If the work was suspended or damped in various ways, struck in miltiple locations, compared in riing to identical items a very thorough examinatio was possible. Thus railroad wheels and axles, steam engine cylinders, anchor chains, shafting, and structural beams could be rejected for cold shuts, pipes, laminations, shrinks, voids, cracks, and a dozens other metallurgical and manufacturing defect based in the asessment of wise old ears.
I'm not suggesting vibration stress relief is all BS. I'm only saying I've seen no - zero - unqualified successes. I suspect it has to be intelligently applied amd for that the people specifying its use and the techs using it need to be schooled just as a man with a hemmer.

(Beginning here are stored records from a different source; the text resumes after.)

def test_the_report_says_how_the_model_was_sampled():
    from bayes_rr.report.sections import _sampling_notes

    assert _sampling_notes({"sampled_form": "as stated"}) == []
    assert _sampling_notes({}) == []  # a fit folder written before these keys
    check = {"nodes": 16, "largest_scale": 0.7736, "largest_study_log_lik_error": 1.42e-6,
             "tolerance": 0.01, "ok": True}  # fmt: skip
    notes = _sampling_notes({"sampled_form": "grand mean; interaction integrated",
                             "integration_rule_check": check,
                             "sampled_again": ["2 divergent transitions"]})  # fmt: skip
    assert len(notes) == 3
    assert "up to 0.774" in notes[1] and "1.4e-06" in notes[1] and "within" in notes[1]
    failed = {**check, "ok": False, "then": "the fit ran again with the effects sampled"}
    text = _sampling_notes({"sampled_form": "grand mean", "integration_rule_check": failed})[1]
    assert "beyond the tolerance" in text and "ran again" in text


def test_the_integrated_likelihood_is_even_in_the_scale():
    """Why the scale may be sampled with a sign: the rule's nodes and weights are
    symmetric, so the value at -sigma equals that at sigma and its sigma-derivative
    changes sign (checked on the kernel, eta on both sides of 0, 1 to 6 calls)."""
    from bayes_rr.families.cell_integral import _kernel

    rng = np.random.default_rng(8)
    n = rng.integers(1, 7, 60).astype(float)
    k = np.floor(rng.random(60) * (n + 1))
    eta = rng.normal(0, 3, 60)
    x, log_w = gauss_hermite(24)
    plus = _kernel()(eta, 0.9, n, k, x, log_w)
    minus = _kernel()(eta, -0.9, n, k, x, log_w)
    np.testing.assert_allclose(minus[0], plus[0], rtol=1e-13, atol=1e-13)
    np.testing.assert_allclose(minus[1], plus[1], rtol=1e-11, atol=1e-12)
    np.testing.assert_allclose(minus[2], -plus[2], rtol=1e-11, atol=1e-12)
    # and the rule's value against scipy.integrate.quad at a negative scale
    for i in range(5):
        ref = _quad_log_lik(eta[i], 0.9, int(n[i]), int(k[i]))
        assert minus[0][i] == pytest.approx(ref, abs=1e-6)


@pytest.mark.parametrize(
    ("toml_prior", "reference"),
    [
        ('{ distribution = "half_normal", sigma = 0.5 }', "halfnorm"),
        ('{ distribution = "half_student_t", nu = 4, sigma = 0.5 }', "halft"),
    ],
)
def test_the_signed_scale_has_the_stated_prior(small_sim, toml_prior, reference):
    """|s| of the sampled signed scale has the stated prior: the density of s at +-v,
    doubled, against scipy.stats (halfnorm; t doubled on the half line)."""
    import pymc as pm
    from scipy import stats

    from bayes_rr.families import build_sampling_model
    from bayes_rr.families.crossed_logit import SIGNED_SCALE, signed_scale_prior
    from bayes_rr.priors.spec import parse_spec

    text = _spec_text().replace('{ distribution = "half_normal", sigma = 0.5 }', toml_prior)
    spec = parse_spec(text, "variant")
    assert signed_scale_prior(spec) is not None
    model = build_sampling_model(spec, small_sim.study)
    assert SIGNED_SCALE in {v.name for v in model.free_RVs}
    assert "sigma_interaction" not in {v.name for v in model.free_RVs}
    values = np.array([0.05, 0.4, 1.3])
    for sign in (1.0, -1.0):
        ours = np.log(2) + pm.logp(model[SIGNED_SCALE], sign * values).eval()
        if reference == "halfnorm":
            ref = stats.halfnorm.logpdf(values, scale=0.5)
        else:
            ref = np.log(2) + stats.t.logpdf(values, 4, scale=0.5)
        # PyMC rounds its normalising constant (measured offset 1.9e-9)
        np.testing.assert_allclose(ours, ref, rtol=0, atol=1e-8)


def _spec_text() -> str:
    from bayes_rr.priors.spec import bundled_models

    return bundled_models()["crossed-logit"].read_text(encoding="utf-8")


def test_no_signed_scale_without_a_symmetric_prior_or_with_an_earlier_factor():
    from dataclasses import replace
    from types import SimpleNamespace

    from bayes_rr.families.crossed_logit import signed_scale_prior
    from bayes_rr.priors.spec import load_spec, parse_spec

    text = _spec_text().replace(
        '{ distribution = "half_normal", sigma = 0.5 }',
        '{ distribution = "exponential", lam = 2.0 }',
    )
    assert signed_scale_prior(parse_spec(text, "variant")) is None
    spec = load_spec("crossed-logit")
    assert signed_scale_prior(spec) == "normal"
    earlier = SimpleNamespace(factors=[SimpleNamespace(parameter="sigma_interaction")])
    assert signed_scale_prior(replace(spec, earlier=earlier)) is None


def test_a_fit_reports_the_scale_and_not_its_signed_draws(small_sim):
    from bayes_rr.priors.spec import load_spec

    result = _fit(small_sim.study, load_spec("crossed-logit"))
    posterior = result.idata.posterior
    assert "sigma_interaction_signed" not in posterior
    assert float(posterior["sigma_interaction"].min()) >= 0.0
    assert "sampled with a sign" in result.provenance["sampled_form"]
    assert result.provenance["integration_rule_check"]["ok"] is True


@pytest.mark.parametrize(
    ("design", "expected"),
    [
        ((100, 2, 10), "centered"),  # 100 levels, 20 calls each
        ((99, 2, 10), "noncentered"),  # one level short
        ((100, 3, 6), "noncentered"),  # 18 calls a level
        ((6, 2, 10), "noncentered"),  # few levels: 12 divergences centered (terms.py)
    ],
)
def test_many_informed_levels_are_centered(design, expected):
    from bayes_rr.families.pymc_parts import resolve_parameterization
    from bayes_rr.priors.spec import load_spec
    from bayes_rr.simulation.known_truth import simulate_crossed_logit

    study = simulate_crossed_logit(*design, mu=-0.5, sigma_part=2.0, sigma_appraiser=0.5,
                                   sigma_interaction=0.3, seed=3).study  # fmt: skip
    spec = load_spec("crossed-logit")
    assert resolve_parameterization(spec.term("part"), study) == expected
    # the appraisers (1,000 calls each, but at most 3 levels) stay noncentered
    assert resolve_parameterization(spec.term("appraiser"), study) == "noncentered"
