def identification_problem(study: StudyData) -> str | None:
    """Why a two-class latent model cannot be identified from this design, or None.

    Each part gives a pattern of per-appraiser reject counts: (T + 1)^J patterns with
    T trials and J appraisers, so (T + 1)^J - 1 free frequencies must cover the 2J + 1
    parameters of the basic model (two rates per appraiser and the prevalence).
    """
    trials = int(study.cells["n"].max())
    count = len(study.appraisers)
    free = (trials + 1) ** count - 1
    needed = 2 * count + 1
    if free < needed:
        return (
            f"{count} appraiser(s) with up to {trials} call(s) per part give {free} free "
            f"call-pattern frequencies, fewer than the {needed} parameters of a two-class "
            "model: it cannot be identified. Use three or more appraisers, or repeated "
            "trials, or a reference status per part (reference-logit)"
        )
    return None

This makes sense as the ear is an incredibly sophisticated sound analysis device that unfortunately cannot be calibrated or included into an enginerred quality assurance program.
Many times when work was suspended and vigorously rung it would change shape or demsnsion slightly indicating a change in the material possibly from a resolution or re-distribution of locked in stresses. It was ony a srep to conclude that by circulating strain enegy through a raw casting, forging, fabricating, whatever stresses could be relaxed somehow. In the 1970 a number of well intended but over-sold vibration stress relieving gimmicks were touted in the manufacturing shows around the country and since senior executives and shop managers are no less gullible to flashy presentation than persons with penile perfprmance problems many systems were sold only to be misapplied.
Shocks from hammer blows shrewdly applied to items having locked in stresses may result in stress reduction because the energy rate and location of shock can be precisely controlled. Vibration stress relief is limited in energy rate and magnitude to nodes where resonance stress circulates to a greater degree, section changes, intersections, corners etc ie: places where fatigue could be expected.
I submit a skilled man with a hammer and keen ears selected for his intuition could resolve more stress in a metal item in about 1/10 the time and 1% of the surgical risk as a vibration stress system run by factrory trained techs.
Hell, I've done it. I used to run a big plate planer in the ship fitter shop cutting weld preps in the edge of 20 ft long bars burned from plate to be welded into elevator rails. Remove a double J-weld prep from the edge of burned plate and the result is a 3" to 7" of banana shape. During machining, the bars would slip and twist in the weenie ar cylinder clamps of the plate planer.. You have to send it to the bumper for straightening 3 time for some bars.
If I gave the ends of the bars a dozen mighty whacks with a 16 lb sledge and a healthy bash on about one foot centers down each of the burned edges, the bars needed no straightening for machining and only a little prior to weld.